Thread parallelism

Learning outcomes

  • I can schedule jobs with thread parallelism
  • I can explain how jobs with thread parallelism are scheduled
  • I can explain how Julia/MATLAB/R code makes use of thread parallelism
  • I can explain the results of a correct benchmark
  • I can explain the results of an incorrect benchmark
  • I can argue why I should stick to my programming language, even if it is not the fastest
For teachers

Teaching goals are:

  • Schedule and run a job that needs more cores, with a calculation in their favorite language
  • Learners have scheduled and run a job that needs more cores, with a calculation in their favorite language
  • Learners understand when it is possible/impossible and/or useful/useless to run a job with multiple cores
  • Learners can argue why they should stick to their programming languages, even if it is not the fastest

Prior:

  • What is thread parallelism?
  • Why use thread parallelism?
  • Are there other ways to make your code run faster?
  • What is a benchmark?
  • Why do a benchmark?

Feedback:

  • When to use parallel computing?
  • When not to use parallel computing?
Status overview
HPC cluster Julia MATLAB R Other comments
Alvis Unknown Unknown Unknown .
Bianca Unknown Unknown Unknown .
COSMOS Yes No Yes .
Dardel Yes No Yes .
Kebnekaise Yes No Yes .
LUMI Unknown Unknown Unknown .
Rackham Yes No Yes .
Pelle Yes No Yes .
Tetralith Yes No Yes Seems to eat up jobs
Prefer this session as a video?

The watch the YouTube video R-Julia-MATLAB course, advanced day: Thread parallelism

Why thread parallelism is important

Because it is one way to speedup (pun intended) the calculation.

Goal

In this session, we are going to benchmark thread parallelism, as we should not make claims about performance without measurements [CppCore Per.6].

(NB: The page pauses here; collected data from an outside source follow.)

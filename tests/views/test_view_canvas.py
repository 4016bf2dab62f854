"""Cells and the dot canvas, as exact strings."""

import numpy as np
import pytest
from hypothesis import given
from hypothesis import strategies as st

from specterm.views.canvas import GLYPHS, Canvas
from specterm.views.cells import cut, fit_row, pad, plain, row_width, width_of


def test_cut_leaves_a_mark():
    """What does not fit is cut with a mark, and wide characters count two."""
    assert [cut("potential", width) for width in (9, 8, 1, 0)] == ["potential", "potenti…", "…", ""]
    assert cut("能量能量", 5) == "能量…"
    assert pad("能量", 6, "~") == "能量  "
    assert width_of("ψ\u0302") == 1


@given(st.text(max_size=20), st.integers(0, 12))
def test_pad_is_exact(text, width):
    """Padded text takes exactly the columns asked for."""
    assert width_of(pad(text, width)) == width


@given(st.lists(st.text(st.characters(categories=["L", "N", "P"]), min_size=1, max_size=5), max_size=5), st.integers(1, 12))
def test_fit_row_is_exact(texts, width):
    """A fitted row takes exactly the columns asked for and no run is empty."""
    row = fit_row(tuple((text, "plain") for text in texts), width)
    assert row_width(row) == width
    assert all(text for text, _ in row)


def test_neighbours_of_one_style_are_one_run():
    """A row of the canvas has one run for neighbouring cells of one style, blanks counted with what stands before them."""
    canvas = Canvas(6, 1, "ascii")
    canvas.write(0, 0, "ab", "axis")
    canvas.write(3, 0, "c", "axis")
    canvas.write(5, 0, "d", "chosen")
    assert canvas.cells() == ((("ab", "axis"), (" ", "plain"), ("c", "axis"), (" ", "plain"), ("d", "chosen")),)
    drawn = Canvas(6, 1, "ascii")
    drawn.curve(np.array([1.0, 2.0]), np.array([1.0, 1.0]), "other")
    assert drawn.cells() == (((" ", "plain"), ("--   ", "other")),)


@pytest.mark.parametrize(
    ("glyphs", "text"), [("braille", "  ⡠⠊\n⡠⠊"), ("block", " ▗▞\n▞▘"), ("ascii", " .|\n-'")]
)
def test_a_rising_line(glyphs, text):
    """A straight line from corner to corner looks so in each set of glyphs."""
    canvas = Canvas(4 if glyphs == "braille" else 3, 2, glyphs)
    canvas.curve(np.array([0.0, canvas.columns - 1]), np.array([canvas.rows - 1.0, 0.0]), "potential")
    assert plain(canvas.cells()) == text


def test_hatch_stands_between_line_and_base():
    """Hatching fills every second dot column from the line to the base, and nothing where the line has a gap."""
    canvas = Canvas(4, 1, "braille")
    rows = np.array([0.0, 0.0, np.nan, 0.0, 0.0])
    canvas.hatch(np.array([0.0, 2.0, 3.5, 5.0, 7.0]), rows, 3.0, "chosen")
    assert plain(canvas.cells()) == "⡇⡇ ⡇"


def test_over_clears_the_ground():
    """A curve drawn over a hatched ground stands alone in its cells."""
    canvas = Canvas(2, 1, "braille")
    canvas.hatch(np.array([0.0, 3.0]), np.zeros(2), 3.0, "chosen")
    canvas.curve(np.array([0.0, 3.0]), np.zeros(2), "potential", over=True)
    assert canvas.cells() == ((("⠉⠉", "potential"),),)


def test_lines_and_letters():
    """Broken lines, upright lines and letters fall into their cells; what is outside is left out."""
    canvas = Canvas(4, 2, "braille")
    canvas.horizontal(0, "threshold", dash=(1, 1))
    canvas.horizontal(99, "threshold")
    canvas.vertical(7, "wall")
    canvas.write(2, 1, "abc", "axis")
    assert plain(canvas.cells()) == "⠁⠁⠁⢹\n  ab"


def test_steep_lines_are_cut_at_the_edge():
    """A line from far below to far above crosses the canvas once and costs nothing."""
    canvas = Canvas(1, 1, "braille")
    canvas.curve(np.array([0.0, 1.0]), np.array([1e300, -1e300]), "potential")
    assert plain(canvas.cells()) == "⡜"


_NUMBERS = st.one_of(st.floats(), st.sampled_from([0.0, 1e300, -1e300, 5.0]))


@given(st.lists(st.tuples(_NUMBERS, _NUMBERS), max_size=8), st.sampled_from(GLYPHS), st.integers(-1, 6), st.integers(-1, 4))
def test_any_numbers_fit(points, glyphs, width, height):
    """NaN, infinities, huge numbers, nothing at all: the canvas keeps its size."""
    canvas = Canvas(width, height, glyphs)
    places = np.sort(np.array([point[0] for point in points], dtype=float))
    rows = np.array([point[1] for point in points], dtype=float)
    canvas.curve(places, rows, "potential")
    canvas.hatch(places, rows, rows[0] if len(rows) else np.nan, "chosen")
    made = canvas.cells()
    assert len(made) == max(0, height)
    assert all(row_width(row) == max(0, width) for row in made)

flowchart TD user[User] benchmark_script[Benchmark script] slurm_script[Slurm script] r_script[R script] julia_script[Julia script] matlab_script[MATLAB script] user --> |Account, language| benchmark_script benchmark_script --> |Account, language, number of cores| slurm_script slurm_script --> julia_script slurm_script --> matlab_script slurm_script --> r_script

Benchmark script

benchmark_2d_integration.sh is the script that starts a benchmark, by submitting multiple jobs to the Slurm queue, using the Slurm script below.

The goal of the benchmark script is to do a fixed unit of work with increasingly more cores.

As the script itself only does light calculations, you can run it directly. Here is how to call the script:

bash benchmark_2d_integration.sh [account] [language]
Why not call the script with ./benchmark_2d_integration.sh?

Because that would require one extra step: to make the script executable.

For example:

bash benchmark_2d_integration.sh staff r

If you use the incorrect spelling, the script will help you.

Slurm script

This is the script that schedules a job with thread parallelism.

The goal of the script is to submit a calculation that uses thread parallelism, with a custom amount of cores.

This Slurm script is called by the benchmark script, i.e. not directly by a user. If the Slurm script is absent, the benchmark script will (try to) download it for you.

How do I run it anyways?

You do not, instead you will run the benchmark script below.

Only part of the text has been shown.